- What is required: Please return every line of the listing. Keep each one exact.

- Information shown:
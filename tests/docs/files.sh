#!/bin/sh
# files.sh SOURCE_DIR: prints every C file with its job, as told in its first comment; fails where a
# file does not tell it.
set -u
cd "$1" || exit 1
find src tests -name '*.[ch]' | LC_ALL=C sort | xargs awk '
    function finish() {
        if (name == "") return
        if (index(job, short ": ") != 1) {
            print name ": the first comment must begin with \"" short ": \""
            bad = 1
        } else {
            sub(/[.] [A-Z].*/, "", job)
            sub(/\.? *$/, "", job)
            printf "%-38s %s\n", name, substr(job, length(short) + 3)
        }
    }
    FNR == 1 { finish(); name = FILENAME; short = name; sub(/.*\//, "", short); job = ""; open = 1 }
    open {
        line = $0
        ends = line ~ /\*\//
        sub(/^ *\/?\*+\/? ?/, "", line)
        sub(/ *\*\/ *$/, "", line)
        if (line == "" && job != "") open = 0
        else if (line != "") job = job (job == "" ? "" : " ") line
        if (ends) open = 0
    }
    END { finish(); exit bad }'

- Written answer:
filename tests/docs/files.sh
#!/bin/sh
# files.sh SOURCE_DIR: prints every C file with its job, as told in its first comment; fails where a
# file does not tell it.
set -u
cd "$1" || exit 1
find src tests -name '*.[ch]' | LC_ALL=C sort | xargs awk '
    function finish() {
        if (name == "") return
        if (index(job, short ": ") != 1) {
            print name ": the first comment must begin with \"" short ": \""
            bad = 1
        } else {
            sub(/[.] [A-Z].*/, "", job)
            sub(/\.? *$/, "", job)
            printf "%-38s %s\n", name, substr(job, length(short) + 3)
        }
    }
    FNR == 1 { finish(); name = FILENAME; short = name; sub(/.*\//, "", short); job = ""; open = 1 }
    open {
        line = $0
        ends = line ~ /\*\//
        sub(/^ *\/?\*+\/? ?/, "", line)
        sub(/ *\*\/ *$/, "", line)
        if (line == "" && job != "") open = 0
        else if (line != "") job = job (job == "" ? "" : " ") line
        if (ends) open = 0
    }
    END { finish(); exit bad }'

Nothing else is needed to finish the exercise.